--- START ---
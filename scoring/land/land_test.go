package land

import (
	"errors"
	"math"
	"math/rand/v2"
	"os"
	"strings"
	"testing"

	"groundtally/assets/citedtable"
	"groundtally/scoring/units"
)

func soilTable(t testing.TB) *SoilTable {
	t.Helper()
	tab, err := citedtable.ParseFS(os.DirFS("../../assets/params"), "soil_2026_01.csv")
	if err != nil {
		t.Fatal(err)
	}
	s, err := ParseSoil(tab)
	if err != nil {
		t.Fatal(err)
	}
	return s
}

func must(t testing.TB) func(float64, error) float64 {
	return func(v float64, err error) float64 {
		t.Helper()
		if err != nil {
			t.Fatal(err)
		}
		return v
	}
}

func TestCheckTable(t *testing.T) {
	tab, err := citedtable.ParseFS(os.DirFS("../../testdata/check"), "land.csv")
	if err != nil {
		t.Fatal(err)
	}
	checks, err := tab.Checks()
	if err != nil {
		t.Fatal(err)
	}
	soil := soilTable(t)
	for _, c := range checks {
		t.Run(c.ID+"_"+c.Quantity, func(t *testing.T) {
			ok, in := must(t), c.In
			var got float64
			switch c.Quantity {
			case "peat_stock":
				got = ok(PeatStockTCPerHa(in["depth"], in["cv"]))
			case "mwh_per_acre":
				got = in["v"] / units.MWhPerGWh / units.HaPerAcre
			case "heat_gj_per_ha":
				got = ok(HeatGJPerHaYr(in["w"]))
			case "kcal_per_g":
				got = ok(FoodEnergyMJPerKg(in["v"] * 100))
			case "carbon_of_fuel_mj_per_kg":
				got = units.GPerKg / in["g_per_mj"]
			case "carbon_floor_mj_per_kg":
				got = in["kj_per_mol"] / in["g_per_mol"] // kJ/g is MJ/kg
			case "co2_to_carbon":
				got = in["t"] / units.CO2PerC
			case "soc":
				got = ok(SOCTCPerHa(in["ref"], in["lu"], in["mg"], in["in"]))
			case "soc_table":
				ref, err := soil.Lookup("reference", c.Text["method"][1:], c.Text["climate"], c.Text["soil"])
				if err != nil {
					t.Fatal(err)
				}
				lu, err := soil.Lookup("land_use", c.Text["method"][1:], c.Text["climate"], c.Text["use"])
				if err != nil {
					t.Fatal(err)
				}
				got = ok(SOCTCPerHa(ref.Value, lu.Value, 1, 1))
			case "disturbance_loss":
				ch, err := DisturbanceChange(in["area"], in["stock"], in["f"])
				if err != nil {
					t.Fatal(err)
				}
				got = ch.LossTC
			case "grass_gain":
				got = ok(GrassGainTC(1, in["ref"], in["lu"], in["m"], in["T"], 20))
			case "relaxed":
				got = ok(Relaxed(in["r"], in["n"]))
			case "bog_co2":
				got = ok(BogCO2TPerHaYr(in["w"], in["t"]))
			case "fen_co2":
				got = ok(FenCO2TPerHaYr(in["w"], in["t"]))
			case "bog_ch4":
				v, clamped, err := BogCH4TCO2ePerHaYr(in["w"], in["t"])
				if err != nil {
					t.Fatal(err)
				}
				if clamped != (c.Expected == 0) {
					t.Errorf("clamped %v", clamped)
				}
				got = v
			case "peat_pit_co2":
				got = ok(ExcavatedPeatTC(in["volume"], in["cv"], 1)) * units.CO2PerC
			case "forest_carbon":
				got = ok(ForestCarbonTC(1, in["b"], in["r"], in["cf"]))
			case "forest_co2":
				got = Change{LossTC: ok(ForestCarbonTC(1, in["b"], in["r"], in["cf"]))}.CO2T()
			case "food_energy":
				got = ok(FoodEnergyMJPerKg(in["kcal"]))
			case "crop_energy":
				got = ok(CropEnergyGJPerYr(in["area"], in["co"], in["y"], in["e"]))
			case "crop_energy_life_tj":
				got = ok(CropEnergyGJPerYr(in["area"], in["co"], in["y"], in["e"])) * in["T"] * units.MJPerGJ / units.MJPerTJ
			case "soil_energy_tj":
				got = ok(CarbonEnergyMJ(in["tc"], in["ec"])) / units.MJPerTJ
			case "peat_total":
				l, err := Peat{DepthM: in["depth"], CarbonKgPerM3: in["cv"], ExcavatedHa: in["dug_ha"], ExcavatedDepthM: in["depth"], OxidisedFrac: 1,
					DrainedHa: in["drained_ha"], DrainDepthM: in["depth"], EmissionTCPerHaYr: in["ef"], DrainYears: in["T"]}.Loss()
				if err != nil {
					t.Fatal(err)
				}
				got = l.TotalTC
			default:
				t.Fatalf("unknown quantity %q", c.Quantity)
			}
			if !c.OK(got) {
				t.Errorf("got %v, want %v within %v (%s)", got, c.Expected, c.Tolerance, c.Source)
			}
		})
	}
}

func TestCarbonLostNeverExceedsTheStock(t *testing.T) {
	r := rand.New(rand.NewPCG(3, 4))
	for range 2000 {
		p := Peat{DepthM: r.Float64() * 3, CarbonKgPerM3: 30 + r.Float64()*60, ExcavatedHa: r.Float64() * 5, ExcavatedDepthM: r.Float64() * 5,
			OxidisedFrac: r.Float64(), DrainedHa: r.Float64() * 20, DrainDepthM: r.Float64() * 3, EmissionTCPerHaYr: r.Float64() * 30, DrainYears: r.Float64() * 100}
		l, err := p.Loss()
		if err != nil {
			t.Fatal(err)
		}
		perHa, err := PeatStockTCPerHa(p.DepthM, p.CarbonKgPerM3)
		if err != nil {
			t.Fatal(err)
		}
		const slack = 1 + 1e-12
		if l.DirectTC > l.ExcavatedStockTC*slack || l.DrainedTC > l.DrainableTC*slack || l.TotalTC > (p.ExcavatedHa+p.DrainedHa)*perHa*slack {
			t.Fatalf("%+v lost %+v", p, l)
		}
		area, stock, f := r.Float64()*10, r.Float64()*200, r.Float64()*2-1
		c, err := DisturbanceChange(area, stock, f)
		if err != nil {
			t.Fatal(err)
		}
		if c.LossTC > area*stock || (c.LossTC > 0 && c.GainTC > 0) {
			t.Fatalf("area %v, stock %v, share %v: %+v", area, stock, f, c)
		}
		u, err := UseChange(area, stock, r.Float64()*200, r.Float64()*60, 20)
		if err != nil {
			t.Fatal(err)
		}
		if u.LossTC > area*stock {
			t.Fatalf("use change lost %v of %v", u.LossTC, area*stock)
		}
	}
}

func TestPeatCapIsTold(t *testing.T) {
	l, err := Peat{DepthM: .5, CarbonKgPerM3: 53, DrainedHa: 1, DrainDepthM: 2, EmissionTCPerHaYr: 7.9, DrainYears: 100}.Loss()
	if err != nil || !l.DrainedCapped || math.Abs(l.DrainedTC-265) > 1e-9 {
		t.Errorf("got %+v, %v", l, err)
	}
	l, err = Peat{DepthM: .5, CarbonKgPerM3: 53, ExcavatedHa: 1, ExcavatedDepthM: 2, OxidisedFrac: 1}.Loss()
	if err != nil || !l.ExcavationCutShort || math.Abs(l.DirectTC-265) > 1e-9 {
		t.Errorf("got %+v, %v", l, err)
	}
}

// Peat split into two pieces loses the same carbon as the whole.
func TestPeatSplits(t *testing.T) {
	whole := Peat{DepthM: 1, CarbonKgPerM3: 53, ExcavatedHa: 4, ExcavatedDepthM: 1, OxidisedFrac: .8, DrainedHa: 6, DrainDepthM: .5, EmissionTCPerHaYr: 5.3, DrainYears: 90}
	half := whole
	half.ExcavatedHa, half.DrainedHa = 2, 3
	w, err1 := whole.Loss()
	h, err2 := half.Loss()
	if err1 != nil || err2 != nil || math.Abs(w.TotalTC-2*h.TotalTC) > 1e-9 {
		t.Errorf("whole %v, halves %v, %v %v", w.TotalTC, 2*h.TotalTC, err1, err2)
	}
}

func TestDrainedArea(t *testing.T) {
	got := must(t)(DrainedAreaHa(1000, []float64{80}, 10))
	if want := (2*1000*10 + 80*10 + math.Pi*100) / units.M2PerHa; math.Abs(got-want) > 1e-12 {
		t.Errorf("got %v, want %v", got, want)
	}
}

func TestGainsAndLossesStandApart(t *testing.T) {
	gain, err := UseChange(2, 50, 80, 10, 20)
	if err != nil || gain.LossTC != 0 || math.Abs(gain.GainTC-30) > 1e-12 {
		t.Fatalf("got %+v, %v", gain, err)
	}
	sum := gain.Add(Change{LossTC: 5})
	if sum.LossTC != 5 || sum.GainTC != gain.GainTC || sum.CO2T() != 5*units.CO2PerC {
		t.Errorf("netted: %+v", sum)
	}
}

func TestUses(t *testing.T) {
	uses := []Use{{AreaHa: 2, Years: 30, Quality: .5}, {AreaHa: 4, Years: 1, Quality: 1, CoUse: .75}}
	if got := must(t)(OccupationHaYr(uses)); got != 64 {
		t.Errorf("occupation %v, want 64", got)
	}
	if got := must(t)(QualityHectares(uses)); got != 2 {
		t.Errorf("quality hectares %v, want 2", got)
	}
}

func TestRegrowth(t *testing.T) {
	if r, err := RegrowthYears(100, 2, .25); err != nil || r.Never || r.Yr != 200 {
		t.Errorf("got %+v, %v", r, err)
	}
	if r, err := RegrowthYears(100, 2, 0); err != nil || !r.Never {
		t.Errorf("no growth: %+v, %v", r, err)
	}
	if r, err := RegrowthYears(0, 2, 0); err != nil || r.Never || r.Yr != 0 {
		t.Errorf("no loss: %+v, %v", r, err)
	}
}

func TestSoilTableHasNoSilentGap(t *testing.T) {
	s := soilTable(t)
	if _, err := s.Lookup("reference", "2019", "boreal", "lac"); !errors.Is(err, ErrNoSoilValue) {
		t.Errorf("a pair that the guidelines leave empty gave %v", err)
	}
	for _, m := range []string{"2006", "2019"} {
		for _, c := range []string{"boreal", "cool_temperate_dry", "cool_temperate_moist", "warm_temperate_dry", "warm_temperate_moist", "tropical_dry", "tropical_moist", "tropical_wet", "tropical_montane"} {
			for _, cl := range []string{"hac", "sandy", "volcanic", "wetland"} {
				if v, err := s.Lookup("reference", m, c, cl); err != nil || v.Value <= 0 {
					t.Errorf("%s %s %s: %+v, %v", m, c, cl, v, err)
				}
			}
		}
	}
}

func TestNoNaNLeaves(t *testing.T) {
	for name, f := range map[string]func(v float64) error{
		"ForestCarbonTC":    func(v float64) error { _, err := ForestCarbonTC(1, v, .24, .47); return err },
		"CropEnergy":        func(v float64) error { _, err := CropEnergyGJPerYr(v, 0, 8, 14); return err },
		"SOC":               func(v float64) error { _, err := SOCTCPerHa(v, 1, 1, 1); return err },
		"UseChange":         func(v float64) error { _, err := UseChange(1, v, 1, 1, 20); return err },
		"DisturbanceChange": func(v float64) error { _, err := DisturbanceChange(1, 1, v); return err },
		"CarbonEnergy":      func(v float64) error { _, err := CarbonEnergyMJ(1, v); return err },
		"Peat":              func(v float64) error { _, err := Peat{DepthM: v}.Loss(); return err },
		"Peat emission":     func(v float64) error { _, err := Peat{EmissionTCPerHaYr: v}.Loss(); return err },
		"Bog":               func(v float64) error { _, err := BogCO2TPerHaYr(.1, v); return err },
		"Drained":           func(v float64) error { _, err := DrainedAreaHa(1, []float64{v}, 1); return err },
		"Occupation":        func(v float64) error { _, err := OccupationHaYr([]Use{{AreaHa: v}}); return err },
	} {
		for _, v := range []float64{math.NaN(), math.Inf(1), -1000} {
			if err := f(v); !errors.Is(err, ErrInput) {
				t.Errorf("%s(%v): %v", name, v, err)
			}
		}
	}
}

func BenchmarkPeatLoss(b *testing.B) {
	p := Peat{DepthM: 1, CarbonKgPerM3: 53, ExcavatedHa: 4, ExcavatedDepthM: 1, OxidisedFrac: .8, DrainedHa: 6, DrainDepthM: .5, EmissionTCPerHaYr: 5.3, DrainYears: 90}
	for b.Loop() {
		if _, err := p.Loss(); err != nil {
			b.Fatal(err)
		}
	}
}

func TestForest(t *testing.T) {
	ok := must(t)
	if got := ok(LostSinkTC(2, 1.5, 30)); got != 90 {
		t.Errorf("lost sink %v, want 90", got)
	}
	// 120 t/ha with roots at 18 GJ/t.
	if got, want := ok(ForestHeatMJ(1, 120, .24, 18)), 120*1.24*18*units.MJPerGJ; math.Abs(got-want) > 1e-9*want {
		t.Errorf("heat %v, want %v", got, want)
	}
}

func TestSoilTableRefusals(t *testing.T) {
	const head = "kind,method,climate,class,value,rel_error,source,provenance\n"
	for name, body := range map[string]string{
		"kind":     "colour,2019,boreal,hac,1,0,book,read\n",
		"negative": "reference,2019,boreal,hac,-1,0,book,read\n",
		"twice":    "input,2019,boreal,medium,1,0,book,read\ninput,2019,boreal,medium,1,0,book,read\n",
		"number":   "input,2019,boreal,medium,much,0,book,read\n",
	} {
		tab, err := citedtable.Parse("soil", strings.NewReader(head+body))
		if err != nil {
			t.Fatal(err)
		}
		if _, err := ParseSoil(tab); err == nil {
			t.Errorf("%s: accepted", name)
		}
	}
}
--- END ---
## YOUR TASK:
Taking the listing line by line, count those with the word "citedtable" and report that number only.

## RESULT OF THIS EXERCISE:
4